We didn’t watch the television shows that the generation after me enjoyed where life styles like those of "Dallas" were put before people as attainable goals. I really don’t remember ever being ashamed of where I lived or of wanting a fancier house as a teenager. I drove an old clunk of a car (not my own, but the family’s), named "Denton" after a character on early television’s "Our Miss Brooks," a show about high school life. When the principal would get angry at a teenaged boy named Denton, he would send him out of the office, roaring, "Go, Denton!"

We used the same words on Friday nights when the gang would attempt to start my car for our weekly forays to Hollywood and then Bob’s Drive In in North Hollywood. I never thought of asking for a fancier car of my own.

My first purchase of an automobile was for my first year of teaching, a used Volkswagen which overheated three times on the Sepulveda Pass as I was trying to move my possessions from the San Fernando Valley to Topanga Beach, where I shared a house with four other young teachers. I loved that car, even though the steering wheel came off one morning on my way to my classes at Santa Monica High School. When I eventually replaced it with earnings from my job it was a source of great pride.

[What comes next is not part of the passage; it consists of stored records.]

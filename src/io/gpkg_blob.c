/*
** io/gpkg_blob.c -- GeoPackage binary geometry: the "GP" header and the
** WKB behind it (OGC 12-128r, GeoPackage 1.2, clause 2.1.3, Req 19).
**
** Input:   a blob as stored in a feature table's geometry column (decode),
**          or an st_geom (encode).
** Output:  an st_geom, or the blob bytes in an st_buf.
** Errors:  ST_ERR_FORMAT with the reason in the caller's 'err' buffer: bad
**          magic, version, extended blob, envelope code 5-7, a WKB byte
**          order or type that does not exist, any length or count that
**          runs past the end of the blob.
** Limits:  ST_GPKG_MAX_BLOB bytes (ST_ERR_LIMIT); WKB nesting deeper than
**          WKB_MAX_DEPTH levels (ST_ERR_LIMIT).
**
** Why a WKB walk of our own before GEOS: it checks every count against the
** bytes left, so GEOS never sees a length it could over-allocate on, and it
** tells apart the curved and surface types GEOS 3.11 cannot read. The same
** walk can build the st_geom itself. It does so only when GEOS refuses a
** geometry the walk found well formed, which happens for rings GEOS cannot
** construct (not closed, fewer than 4 points): such a footprint then
** reaches the footprint stage, which reports it, instead of failing the
** whole read. The walk builds exactly what st_geom_from_geos() would.
*/
#include <math.h>
#include <stdarg.h>
#include <stdio.h>
#include <string.h>

#include "stocktake/geomx.h"
#include "ioInt.h"

#define WKB_MAX_DEPTH 32
#define NO_PART UINT32_MAX

/* Bytes of envelope for envelope codes 0..4 (Req 19, flags bits E). */
static const size_t envelope_bytes[5] = {0, 32, 48, 48, 64};

static void say(char *err, size_t errlen, const char *fmt, ...) ST_PRINTF(3, 4);

static void say(char *err, size_t errlen, const char *fmt, ...)
{
    if (!err || !errlen)
        return;
    va_list ap;
    va_start(ap, fmt);
    vsnprintf(err, errlen, fmt, ap);
    va_end(ap);
}

static uint32_t get_u32(const unsigned char *p, int le)
{
    uint32_t v = 0;
    for (int i = 0; i < 4; i++)
        v |= (uint32_t)p[le ? i : 3 - i] << (8 * i);
    return v;
}

static double get_f64(const unsigned char *p, int le)
{
    uint64_t v = 0;
    for (int i = 0; i < 8; i++)
        v |= (uint64_t)p[le ? i : 7 - i] << (8 * i);
    double d;
    memcpy(&d, &v, sizeof d);
    return d;
}
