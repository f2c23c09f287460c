/*
** io/part_write.c -- writing a part (stocktake/part.h): the buildings a
** tile owns, their findings and the run's context, for `merge`.
**
** Input:   the calls of part.h in any order between open and commit;
**          features and findings borrowed.
** Output:  a GeoPackage 1.2 (application_id "GPKG", user_version 10200)
**          with gpkg_spatial_ref_sys (its three mandatory rows),
**          gpkg_contents, an empty gpkg_geometry_columns (GDAL lists no
**          table without it), and the attribute tables listed in
**          io/partInt.h. Everything goes to "dir/.NAME.tmp-PID.gpkg" in one
**          transaction; commit records the row counts, commits, and renames
**          the file into place. Without a commit close removes it.
** Errors:  every failure adds one diagnostic naming the part's final path
**          (ST_ERR_NOMEM aside): ST_ERR_IO for SQLite or rename failures
**          (the writer then refuses further work), ST_ERR_USAGE for a bid
**          written twice, a reserved or repeated info key, an inconsistent
**          feature, or a call after commit; ST_ERR_LIMIT for a bid above
**          INT64_MAX or a record above ST_GPKG_MAX_BLOB bytes.
** Speed:   prepared statements, journal_mode=OFF and synchronous=OFF, safe
**          for the reason io/gpkg_write.c gives: only a committed, complete
**          file is ever renamed into place.
*/
#include <inttypes.h>
#include <sqlite3.h>
#include <stdio.h>
#include <string.h>
#include <unistd.h>

#include "stocktake/part.h"
#include "ioInt.h"
#include "partInt.h"

struct st_part_writer {
    sqlite3 *db;
    char *path;                 /* final path, owned */
    char *tmp_path;             /* owned */
    st_diags *diags;            /* borrowed */
    sqlite3_stmt *feature;      /* INSERT INTO part_features */
    sqlite3_stmt *finding;      /* INSERT INTO part_findings */
    st_buf record;              /* reused for every feature */
    uint64_t nfeatures, nfindings, nunmapped, dropped;
    int64_t nlayers;
    int failed;                 /* an SQLite call failed: file unusable */
    int committed;
};

/* The part's own tables, after the GeoPackage core of io/gpkg_core.c
** (gpkg_geometry_columns stays empty, but GDAL finds no layer at all
** without it). */
static const char schema_sql[] =
    "CREATE TABLE part_info (id INTEGER PRIMARY KEY, key TEXT NOT NULL UNIQUE, value TEXT);"
    "CREATE TABLE part_layers (id INTEGER PRIMARY KEY, name TEXT, path TEXT, "
    "format TEXT, crs TEXT, read INTEGER NOT NULL);"
    "CREATE TABLE part_fields (id INTEGER PRIMARY KEY, layer INTEGER NOT NULL, "
    "name TEXT NOT NULL, type INTEGER NOT NULL, width INTEGER NOT NULL, "
    "decimals INTEGER NOT NULL);"
    "CREATE TABLE part_files (id INTEGER PRIMARY KEY, role TEXT, path TEXT, "
    "sha256 TEXT NOT NULL, bytes INTEGER NOT NULL);"
    "CREATE TABLE part_features (bid INTEGER PRIMARY KEY, shared INTEGER NOT NULL, "
    "data BLOB NOT NULL);"
    "CREATE TABLE part_findings (seq INTEGER PRIMARY KEY, bid INTEGER NOT NULL, "
    "code TEXT NOT NULL, severity INTEGER NOT NULL, message TEXT NOT NULL, "
    "x REAL, y REAL);"
    "CREATE TABLE part_unmapped (id INTEGER PRIMARY KEY, field TEXT, value TEXT, "
    "count INTEGER NOT NULL);";

static const char *const part_tables[] = {
    "part_info", "part_layers", "part_fields", "part_files",
    "part_features", "part_findings", "part_unmapped"};

/* ---- SQLite helpers ------------------------------------------------------ */

static st_status wfail(st_part_writer *w, st_status code, const char *fmt, ...)
    ST_PRINTF(3, 4);
static st_status wfail(st_part_writer *w, st_status code, const char *fmt, ...)
{
    st_loc loc = ST_LOC_FILE(w->path);
    va_list ap;
    va_start(ap, fmt);
    st_diags_addv(w->diags, ST_SEV_ERROR, code, &loc, fmt, ap);
    va_end(ap);
    return code;
}

static st_status sql_error(st_part_writer *w, int code, const char *doing)
{
    w->failed = 1;
    if ((code & 0xff) == SQLITE_NOMEM)
        return ST_ERR_NOMEM;
    return wfail(w, ST_ERR_IO, "SQLite error while %s: %s", doing,
                 w->db ? sqlite3_errmsg(w->db) : sqlite3_errstr(code));
}

static st_status exec(st_part_writer *w, const char *sql, const char *doing)
{
    int rc = sqlite3_exec(w->db, sql, NULL, NULL, NULL);
    return rc == SQLITE_OK ? ST_OK : sql_error(w, rc, doing);
}
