st_status st_defaults_learn(st_defaults *d, st_feature *const *fs, size_t n)
{
    size_t nr = st_strtab_count(d->regions);
    size_t nf = d->nfields ? d->nfields : 1;
    st_free(d->learned_d);
    st_free(d->learned_r);
    d->learned_d = st_malloc((d->nd ? d->nd : 1) * nf * sizeof *d->learned_d);
    d->learned_r = st_malloc((nr ? nr : 1) * nf * sizeof *d->learned_r);
    if (!d->learned_d || !d->learned_r)
        return ST_ERR_NOMEM;
    memset(d->learned_d, 0xFF, (d->nd ? d->nd : 1) * nf * sizeof *d->learned_d);
    memset(d->learned_r, 0xFF, (nr ? nr : 1) * nf * sizeof *d->learned_r);
    st_status rc = ST_OK;
    for (size_t i = 0; rc == ST_OK && i < st_rules_learn_count(d->rules); i++)
        rc = learn_one(d, st_rules_learn(d->rules, i), fs, n);
    return rc == ST_OK ? build(d) : rc;
}

/* ---- matching patterns once per district and region --------------------- */

typedef struct match {
    uint32_t place;
    uint32_t entry;
} match;

typedef struct matches {
    match *m;
    size_t n, cap;
} matches;

static st_status push_match(matches *ms, uint32_t place, uint32_t entry)
{
    if (ms->n == ms->cap) {
        size_t cap = ms->cap ? 2 * ms->cap : 256;
        match *a = st_realloc(ms->m, cap * sizeof *a);
        if (!a)
            return ST_ERR_NOMEM;
        ms->m = a;
        ms->cap = cap;
    }
    ms->m[ms->n++] = (match){place, entry};
    return ST_OK;
}

/* CSR of the matches by place; entries stay in entry order within a place
** (a counting sort is stable). */
static st_status to_csr(const matches *ms, size_t nplaces, size_t **off, uint32_t **idx)
{
    *off = st_calloc(nplaces + 1, sizeof **off);
    *idx = st_malloc((ms->n ? ms->n : 1) * sizeof **idx);
    if (!*off || !*idx)
        return ST_ERR_NOMEM;
    for (size_t i = 0; i < ms->n; i++)
        (*off)[ms->m[i].place + 1]++;
    for (size_t p = 0; p < nplaces; p++)
        (*off)[p + 1] += (*off)[p];
    size_t *fill = st_malloc((nplaces ? nplaces : 1) * sizeof *fill);
    if (!fill)
        return ST_ERR_NOMEM;
    memcpy(fill, *off, nplaces * sizeof *fill);
    for (size_t i = 0; i < ms->n; i++)
        (*idx)[fill[ms->m[i].place]++] = ms->m[i].entry;
    st_free(fill);
    return ST_OK;
}

static int has_wildcard(const char *p)
{
    return strchr(p, '*') || strchr(p, '?');
}

/* Every place in names[0..n) the pattern of entry ei matches. */
static st_status match_entry(const char *pattern, uint32_t ei, const char *const *names,
                             size_t n, matches *ms)
{
    int wild = has_wildcard(pattern);
    for (size_t p = 0; p < n; p++) {
        /* Without a wildcard the pattern is a name (compared ignoring ASCII
        ** case, as st_rules_glob does); skip the glob when lengths differ. */
        if (!wild && strlen(names[p]) != strlen(pattern))
            continue;
        if (st_rules_glob(pattern, names[p])) {
            st_status rc = push_match(ms, (uint32_t)p, ei);
            if (rc != ST_OK)
                return rc;
        }
    }
    return ST_OK;
}
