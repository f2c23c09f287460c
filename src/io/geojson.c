/*
** io/geojson.c -- placeholder until the geojson format lands.
*/
#include "ioInt.h"

static int geojson_probe(const char *path) { (void)path; return 0; }
static st_status geojson_open(st_reader *r) { return st_reader_fail(r, ST_ERR_FORMAT, -1, "geojson reading is not built yet"); }
static st_status geojson_next(st_reader *r, st_feature **out) { (void)r; *out = NULL; return ST_OK; }
static void geojson_close(st_reader *r) { (void)r; }
const st_reader_format st_geojson_reader_format = {"geojson", geojson_probe, geojson_open, geojson_next, geojson_close};

static int geojsonl_probe(const char *path) { (void)path; return 0; }
static st_status geojsonl_open(st_reader *r) { return st_reader_fail(r, ST_ERR_FORMAT, -1, "geojsonl reading is not built yet"); }
static st_status geojsonl_next(st_reader *r, st_feature **out) { (void)r; *out = NULL; return ST_OK; }
static void geojsonl_close(st_reader *r) { (void)r; }
const st_reader_format st_geojsonl_reader_format = {"geojsonl", geojsonl_probe, geojsonl_open, geojsonl_next, geojsonl_close};

static const char *const geojson_ext[] = {".geojson-unbuilt", NULL};
static st_status geojson_wopen(st_writer *w) { return st_writer_fail(w, ST_ERR_USAGE, "geojson writing is not built yet"); }
static st_status geojson_begin(st_writer *w, const char *n, const st_fields *f, st_geom_type t) { (void)w; (void)n; (void)f; (void)t; return ST_ERR_USAGE; }
static st_status geojson_write(st_writer *w, const st_feature *f) { (void)w; (void)f; return ST_ERR_USAGE; }
static st_status geojson_end(st_writer *w) { (void)w; return ST_ERR_USAGE; }
static st_status geojson_finish(st_writer *w) { (void)w; return ST_ERR_USAGE; }
static void geojson_discard(st_writer *w) { (void)w; }
const st_writer_format st_geojson_writer_format = {"geojson", geojson_ext, 0, geojson_wopen, geojson_begin, geojson_write, geojson_end, geojson_finish, NULL, geojson_discard};

static const char *const geojsonl_ext[] = {".geojsonl-unbuilt", NULL};
static st_status geojsonl_wopen(st_writer *w) { return st_writer_fail(w, ST_ERR_USAGE, "geojsonl writing is not built yet"); }
static st_status geojsonl_begin(st_writer *w, const char *n, const st_fields *f, st_geom_type t) { (void)w; (void)n; (void)f; (void)t; return ST_ERR_USAGE; }
static st_status geojsonl_write(st_writer *w, const st_feature *f) { (void)w; (void)f; return ST_ERR_USAGE; }
static st_status geojsonl_end(st_writer *w) { (void)w; return ST_ERR_USAGE; }
static st_status geojsonl_finish(st_writer *w) { (void)w; return ST_ERR_USAGE; }
static void geojsonl_discard(st_writer *w) { (void)w; }
const st_writer_format st_geojsonl_writer_format = {"geojsonl", geojsonl_ext, 0, geojsonl_wopen, geojsonl_begin, geojsonl_write, geojsonl_end, geojsonl_finish, NULL, geojsonl_discard};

I became a teacher (not a way to attain great wealth) in part because I wanted to honor my parents’ sacrifices in sending me to college. They hoped I would get a teaching credential as "life insurance." So I did, and over the years, even as I have watched friends enter lucrative professions, I have never regretted the choice I made then to share my love of language with teenagers.

What I really regret is the energy I’ve wasted on regrets.

In other words, I don’t think that being wealthy would have made a great difference to me as I grew up, and I have learned that it doesn’t really matter now. As the old song goes, "I’ve got the sun in the morning and the moon at night." I am healthy, I have dear friends, and I live here. What could be better?